[Dataset entries]
-------

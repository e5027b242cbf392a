import { createHash } from 'node:crypto';
import type { DataSource } from 'typeorm';
import { dewPoint } from '#shared/air/moist-air';
import type { DemoScenario } from '#shared/contract/demo-scenario';
import type { RoomNow } from '#shared/contract/overview';
import { CELLS_PER_DAY, cellOf, cellStart } from '#shared/cure/grid';
import { WAX_FAMILY_DEFAULTS } from '#shared/cure/wax-families';
import type { AlertRecord, AlertStudio, KeptRule, Write } from '../features/alerts/alert-records.js';
import { AlertsRepository } from '../features/alerts/alerts-repository.js';
import { lookAtRoom, type RoomPicture } from '../features/alerts/conditions.js';
import { rulesOf } from '../features/alerts/rule-defaults.js';
import { NORMAL } from '../features/alerts/rule-machine.js';
import { transition } from '../features/alerts/transitions.js';
import type { StandingBatch } from '../features/estimates/standing.js';
import { type CellRun, RoomCellsRepository } from '../history/room-cells-repository.js';
import type { DemoFloor } from './demo-floor.js';

type DemoStudio = DemoScenario['studios'][number];
type DemoRoom = DemoStudio['rooms'][number];

const KINDS = ['too-warm', 'too-damp', 'swinging'] as const;
const HISTORY_DAYS = 90;

/**
 * Raises the alerts the ninety days of readings would have raised, with the same rules; whoever pours there has acknowledged
 * most of them some minutes later. Alerts that are still so stay open. @returns how many there are
 */
export async function demoPastAlerts(
  dataSource: DataSource,
  scenario: DemoScenario,
  floor: DemoFloor,
): Promise<number> {
  const repository = new AlertsRepository(dataSource);
  const end = cellOf(Date.parse(scenario.now));
  const from = end - HISTORY_DAYS * CELLS_PER_DAY;
  let count = 0;
  for (const studio of scenario.studios) {
    for (const room of studio.rooms) {
      const roomId = floor.id('room', room.key);
      const run = (await new RoomCellsRepository(dataSource).cells([roomId], from, end)).get(roomId);
      if (!run) continue;
      const { writes, alerts } = new RoomPast(scenario, floor, studio, room, run).alerts();
      await repository.write(writes);
      count += alerts;
    }
  }
  return count;
}

/** The past of one room, looked at cell by cell. */
class RoomPast {
  constructor(
    private readonly scenario: DemoScenario,
    private readonly floor: DemoFloor,
    private readonly studio: DemoStudio,
    private readonly room: DemoRoom,
    private readonly run: CellRun,
  ) {}

  alerts(): { writes: Write[]; alerts: number } {
    const writes: Write[] = [];
    let alerts = 0;
    const stays = this.#stays();
    const pictures = Array.from(this.run.celsius, (_, index) => {
      const at = cellStart(this.run.fromCell + index + 1);
      const there = stays.filter(({ from, to }) => from <= at && at < to);
      return {
        at,
        picture: this.#picture(
          index,
          at,
          there.map(({ batch }) => batch),
        ),
      };
    });
    for (const kind of KINDS) {
      const rule = rulesOf(null).find((one) => one.kind === kind);
      if (!rule) continue;
      const { studio, floor, room } = this;
      const subject = {
        ...{ key: `${kind}:${floor.id('room', room.key)}`, kind, rule },
        ...{ studioId: floor.id('studio', studio.key), roomId: floor.id('room', room.key), sensorId: null },
      };
      const around = {
        studio: this.#alertStudio(),
        roomName: room.name,
        sensorName: null,
        heldUntil: () => null,
      };
      let kept: KeptRule = { state: NORMAL, alertId: null };
      let alert: AlertRecord | null = null;
      let steps: Write[] = [];
      for (const { at, picture } of pictures) {
        const found = lookAtRoom(kind, rule, picture, at);
        const came = transition(subject, { ...found, lastHeardAt: at }, kept, alert, around, at);
        kept = came.kept;
        if (came.alert) alert = came.alert;
        steps.push(...came.writes.filter((write) => write.do === 'step'));
        if (came.news?.what === 'cleared' && alert !== null) {
          writes.push({ do: 'raise', alert: this.#answered(alert, steps) }, ...steps);
          alerts++;
          [alert, steps] = [null, []];
        }
      }
      if (alert !== null) {
        writes.push({ do: 'raise', alert }, ...steps);
        alerts++;
      }
      writes.push({ do: 'keep', key: subject.key, rule: kept, at: Date.parse(this.scenario.now) });
    }
    return { writes, alerts };
  }

  /** Acknowledged after some minutes, the same ones every time. */
  #answered(alert: AlertRecord, steps: Write[]): AlertRecord {
    const chance = createHash('sha256').update(`${this.room.key}${alert.raisedAt}`).digest();
    const at = alert.raisedAt + (6 + ((chance[0] ?? 0) % 50)) * 60_000;
    if (alert.clearedAt === null || at > alert.clearedAt) return { ...alert, state: 'cleared' };
    const person = this.#pourer();
    const note = (chance[1] ?? 0) % 3 === 0 ? 'Aired the room.' : '';
    steps.push({ do: 'step', alertId: alert.id, at, what: 'acknowledged', who: person, note, value: null });
    return {
      ...alert,
      ...{
        state: 'cleared',
        acknowledgedBy: person,
        acknowledgedAt: at,
        acknowledgeNote: note,
        holder: person,
      },
    };
  }

  #pourer(): string {
    const maker = this.scenario.people.find(({ memberships }) =>
      memberships.some(({ studio, role }) => studio === this.studio.key && role === 'maker'),
    );
    return this.floor.id('person', maker?.key ?? 'marit');
  }

  #alertStudio(): AlertStudio {
    const { key, name, timeZone, unit } = this.studio;
    return {
      ...{ id: this.floor.id('studio', key), name, timeZone, unit, quietFrom: null, quietTo: null },
      ...{ escalateAfterMs: 30 * 60_000, chain: [], watchers: [] },
    };
  }

  #picture(index: number, at: number, standing: readonly StandingBatch[]): RoomPicture {
    const { celsius, humidity } = this.run;
    const t = celsius[index] ?? NaN;
    const rh = humidity[index] ?? NaN;
    const limits = [this.room.limits.heatLimit, ...standing.map(({ frostingFrom }) => frostingFrom)];
    const known = limits.filter((limit) => limit !== null);
    const now: RoomNow = {
      ...{ roomId: '', condition: 'fine', since: null, peakToday: null, slippedHours: 0, battery: null },
      celsius: Number.isNaN(t) ? null : t,
      humidity: Number.isNaN(rh) ? null : rh,
      dewPoint: Number.isNaN(t) || Number.isNaN(rh) ? null : dewPoint(t, rh),
      at: new Date(at).toISOString(),
      stale: Number.isNaN(t),
      heatLimit: known.length === 0 ? this.room.limits.bandHigh : Math.min(...known),
    };
    return { limits: this.room.limits, now, standing, swing: this.#swing(index), coldest: null };
  }

  #swing(index: number): number | null {
    let [low, high] = [Infinity, -Infinity];
    for (let at = Math.max(0, index - CELLS_PER_DAY + 1); at <= index; at++) {
      const celsius = this.run.celsius[at] ?? NaN;
      if (celsius < low) low = celsius;
      if (celsius > high) high = celsius;
    }
    return high < low ? null : high - low;
  }

  /** Who stood in the room and when, epoch ms. */
  #stays(): { from: number; to: number; batch: StandingBatch }[] {
    return this.scenario.batches.flatMap((batch) => {
      const design = this.scenario.designs.find(({ key }) => key === batch.design);
      const family = this.scenario.waxes.find(({ key }) => key === design?.wax)?.family;
      if (!family) return [];
      const { frosting, frostingFrom } = WAX_FAMILY_DEFAULTS[family].kinetics;
      return batch.stays
        .filter(({ rack }) => rack.startsWith(`${this.room.key}/`))
        .map((stay) => ({
          from: Date.parse(stay.from),
          to: stay.to === null ? Infinity : Date.parse(stay.to),
          batch: {
            ...{
              id: this.floor.id('batch', batch.code),
              code: batch.code,
              waxFamily: family,
              frosting,
              frostingFrom,
            },
            shelf: `Rack ${stay.rack.split('/')[1]}, shelf ${stay.shelf}`,
            ...{ slipDays: null, slipIfItStaysDays: null },
          },
        }));
    });
  }
}
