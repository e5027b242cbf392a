import { ChangeDetectionStrategy, Component, computed, input, signal } from '@angular/core';
import { MatButton } from '@angular/material/button';
import { RouterLink } from '@angular/router';
import type { RoomMark } from '#shared/contract/rooms';
import type { StudioFormats } from '../../core/time/studio-formats';
import { StatusMark } from '../../ui/status-mark';

const SHOWN = 5;

/** What happened in the period: alerts, moves and pours, the newest first. */
@Component({
  selector: 'sr-room-marks',
  imports: [MatButton, RouterLink, StatusMark],
  template: `@if (lines().length > 0) {
    <h3>In this period</h3>
    <ul>
      @for (line of shown(); track $index) {
        <li>
          <sr-status-mark [status]="line.alert ? 'heat' : 'due'" />
          <span class="when">{{ line.when }}</span>
          @if (line.link) {
            <a [routerLink]="line.link">{{ line.text }}</a>
          } @else {
            <span>{{ line.text }}</span>
          }
        </li>
      }
    </ul>
    @if (lines().length > few) {
      <button mat-button type="button" (click)="all.set(!all())" [attr.aria-expanded]="all()">
        {{ all() ? 'Show fewer' : 'Show all ' + lines().length }}
      </button>
    }
  }`,
  styles: `
    ul {
      list-style: none;
      padding: 6px 0 0;
    }
    li {
      display: flex;
      gap: 10px;
      align-items: baseline;
      padding-block: 4px;
    }
    sr-status-mark {
      align-self: center;
    }
    .when {
      flex: none;
      color: var(--mat-sys-on-surface-variant);
    }
    h3 {
      font-size: 16px;
    }
  `,
  changeDetection: ChangeDetectionStrategy.OnPush,
})
export class RoomMarks {
  readonly marks = input.required<readonly RoomMark[]>();
  readonly formats = input.required<StudioFormats>();

  protected readonly few = SHOWN;
  protected readonly all = signal(false);
  protected readonly lines = computed(() =>
    [...this.marks()]
      .sort((a, b) => b.from.localeCompare(a.from))
      .map((mark) => ({
        alert: mark.kind === 'alert',
        when: this.formats().dayAndTime(mark.from),
        text: mark.text,
        link:
          mark.alertId !== null
            ? ['/alerts', mark.alertId]
            : mark.batchId !== null
              ? ['/batches', mark.batchId]
              : null,
      })),
  );
  protected readonly shown = computed(() => (this.all() ? this.lines() : this.lines().slice(0, SHOWN)));
}
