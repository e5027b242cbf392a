import { effect, inject, Injectable, signal, untracked } from '@angular/core';
import type { LiveFrame, LiveWelcome, ServerToClient } from '#shared/contract/live';
import type { overviewRoutes } from '#shared/contract/overview';
import { Announcer } from '../announcer/announcer';
import { Api } from '../api/api';
import { sentenceOf } from '../api/api-error';
import { NoticesStore } from '../notices/notices-store';
import { Session } from '../session/session';
import { StudioClock } from '../time/studio-clock';
import { type LiveSocket, OPEN_LIVE_SOCKET } from './live-socket';
import type { RoomLive } from './room-live';
import { StudioLive } from './studio-live';

export type Connection =
  | { readonly state: 'connecting' }
  | { readonly state: 'live' }
  /** `since` in epoch ms of this device. */
  | { readonly state: 'lost'; readonly since: number };

const RECONNECT_MS = 1000;
const LAYOUT_PAUSE_MS = 300;

/**
 * Every own studio as it is now. Starts from the overview, is kept up by frames, loads the overview again after a
 * hole in their numbers, and recovers a lost connection by itself.
 */
@Injectable({ providedIn: 'root' })
export class LiveStore {
  private readonly api = inject(Api);
  private readonly session = inject(Session);
  private readonly notices = inject(NoticesStore);
  private readonly announcer = inject(Announcer);
  private readonly clock = inject(StudioClock);
  private readonly open = inject(OPEN_LIVE_SOCKET);

  private readonly writableStudios = signal<readonly StudioLive[]>([]);
  private readonly writableLoaded = signal(false);
  private readonly writableFault = signal<string | null>(null);
  private readonly writableConnection = signal<Connection>({ state: 'connecting' });

  /** Own studios in the order of the company. */
  readonly studios = this.writableStudios.asReadonly();
  /** True from the first overview on. */
  readonly loaded = this.writableLoaded.asReadonly();
  /** The sentence to show when the overview could not be loaded, or null. */
  readonly fault = this.writableFault.asReadonly();
  readonly connection = this.writableConnection.asReadonly();

  private socket: LiveSocket | null = null;
  /** Counts starts and stops, so that an answer to an earlier run is recognised. */
  private run = 0;
  private active = false;
  private loading: Promise<void> | null = null;
  /** Last frame seen of each studio. */
  private readonly seen = new Map<string, number>();
  /** Frames that arrive while an overview is on its way. */
  private waiting: LiveFrame[] = [];
  private timer: ReturnType<typeof setTimeout> | undefined;
  private layoutTimer: ReturnType<typeof setTimeout> | undefined;

  constructor() {
    effect(() => {
      const token = this.session.accessToken();
      if (token !== null && this.socket?.connected) {
        this.socket.emit('token', token, (taken) => {
          if (!taken) this.reconnect();
        });
      }
    });
    addEventListener('offline', () => this.lose());
    addEventListener('online', () => {
      if (this.active && this.writableConnection().state === 'lost') this.reconnect();
    });
  }

  /** Loads the overview and keeps it live until `stop`. */
  async start(): Promise<void> {
    const run = ++this.run;
    this.active = true;
    this.writableConnection.set({ state: 'connecting' });
    void this.reload();
    void this.notices.load().catch(() => undefined);
    const socket = await this.open(() => this.session.freshToken());
    if (run !== this.run) return;
    this.socket = socket;
    this.listen(socket);
    socket.connect();
  }

  /** Ends the connection and forgets everything. */
  stop(): void {
    this.run++;
    this.active = false;
    clearTimeout(this.timer);
    clearTimeout(this.layoutTimer);
    this.socket?.removeAllListeners();
    this.socket?.disconnect();
    this.socket = null;
    this.seen.clear();
    this.waiting = [];
    this.writableStudios.set([]);
    this.writableLoaded.set(false);
    this.writableFault.set(null);
    this.notices.clear();
  }

  /** Loads the overview anew. Never throws; a failure shows in `fault`. */
  reload(): Promise<void> {
    this.loading ??= this.loadOverview().finally(() => {
      this.loading = null;
    });
    return this.loading;
  }

  /** A studio by its id; follows changes when read inside a computed. */
  studio(studioId: string): StudioLive | undefined {
    return this.writableStudios().find((studio) => studio.id === studioId);
  }

  /** A room by its id, in whichever own studio. */
  room(roomId: string): { readonly studio: StudioLive; readonly room: RoomLive } | undefined {
    for (const studio of this.writableStudios()) {
      const room = studio.rooms().find((one) => one.id === roomId);
      if (room) return { studio, room };
    }
    return undefined;
  }

  private async loadOverview(): Promise<void> {
    const run = this.run;
    try {
      const overview = await this.api.call<typeof overviewRoutes.walls>('GET', '/api/overview');
      if (run !== this.run) return;
      const known = new Map(untracked(this.writableStudios).map((studio) => [studio.id, studio]));
      this.writableStudios.set(
        overview.studios.map((wall) => {
          const studio = known.get(wall.studio.id);
          studio?.takeWall(wall);
          return studio ?? new StudioLive(wall);
        }),
      );
      this.clock.align(Date.parse(overview.at));
      this.writableLoaded.set(true);
      this.writableFault.set(null);
      for (const frame of this.waiting.splice(0)) this.lay(frame);
    } catch (error) {
      if (run === this.run) this.writableFault.set(sentenceOf(error));
    }
  }

  private listen(socket: LiveSocket): void {
    const handlers: ServerToClient = {
      welcome: (welcome) => this.welcomed(welcome),
      frame: (frame) => this.arrived(frame),
      notice: (notice) => this.notices.arrived(notice),
      layout: () => {
        clearTimeout(this.layoutTimer);
        this.layoutTimer = setTimeout(() => void this.reload(), LAYOUT_PAUSE_MS);
      },
      goodbye: ({ reason }) => {
        if (reason === 'signed-out') this.session.end('signed-out');
        else if (reason === 'role-changed') void this.session.refresh('role-changed');
      },
    };
    for (const [name, handler] of Object.entries(handlers)) {
      socket.on(name as keyof ServerToClient, handler as never);
    }
    socket.on('disconnect', (reason) => {
      this.lost();
      // The library comes back by itself except when the gateway itself closed the connection.
      if (reason === 'io server disconnect') this.reconnectSoon();
    });
    socket.on('connect_error', () => {
      this.lost();
      if (!socket.active) void this.session.refresh().then((signedIn) => signedIn && this.reconnectSoon());
    });
  }

  private welcomed(welcome: LiveWelcome): void {
    const wasLost = this.writableConnection().state === 'lost';
    this.seen.clear();
    for (const { studioId, seq } of welcome.studios) this.seen.set(studioId, seq);
    this.clock.align(Date.parse(welcome.at), welcome.domainSpeed);
    this.writableConnection.set({ state: 'live' });
    if (wasLost) this.announcer.say('The connection is back; figures are live again.');
    void this.loadAfresh();
  }

  /** An overview asked for before the welcome may miss what happened in between. */
  private async loadAfresh(): Promise<void> {
    await this.loading;
    await this.reload();
  }

  private arrived(frame: LiveFrame): void {
    const last = this.seen.get(frame.studioId);
    if (last !== undefined && frame.seq <= last) return;
    this.clock.align(Date.parse(frame.at));
    const hole = last === undefined || frame.seq > last + 1;
    this.seen.set(frame.studioId, frame.seq);
    if (this.loading) this.waiting.push(frame);
    else this.lay(frame);
    if (hole) this.resync(frame.studioId);
  }

  private lay(frame: LiveFrame): void {
    this.studio(frame.studioId)?.takeFrame(frame);
  }

  private resync(studioId: string): void {
    this.socket?.emit('resync', studioId, (welcome) => {
      if (welcome) void this.loadAfresh();
    });
  }

  private lost(): void {
    if (this.writableConnection().state === 'lost') return;
    this.writableConnection.set({ state: 'lost', since: Date.now() });
    this.announcer.interrupt('The connection is lost. Figures are the last known.');
  }

  private lose(): void {
    if (!this.active || !this.socket) return;
    this.lost();
    this.socket.disconnect();
  }

  private reconnectSoon(): void {
    clearTimeout(this.timer);
    this.timer = setTimeout(() => this.reconnect(), RECONNECT_MS);
  }

  private reconnect(): void {
    if (!this.socket || !this.session.signedIn()) return;
    this.socket.disconnect();
    this.socket.connect();
  }
}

-------

[WORK REQUEST]:
Copy every line in the data above that has the string "back" in it.

[TASK OUTPUT]:
      // The library comes back by itself except when the gateway itself closed the connection.
    if (wasLost) this.announcer.say('The connection is back; figures are live again.');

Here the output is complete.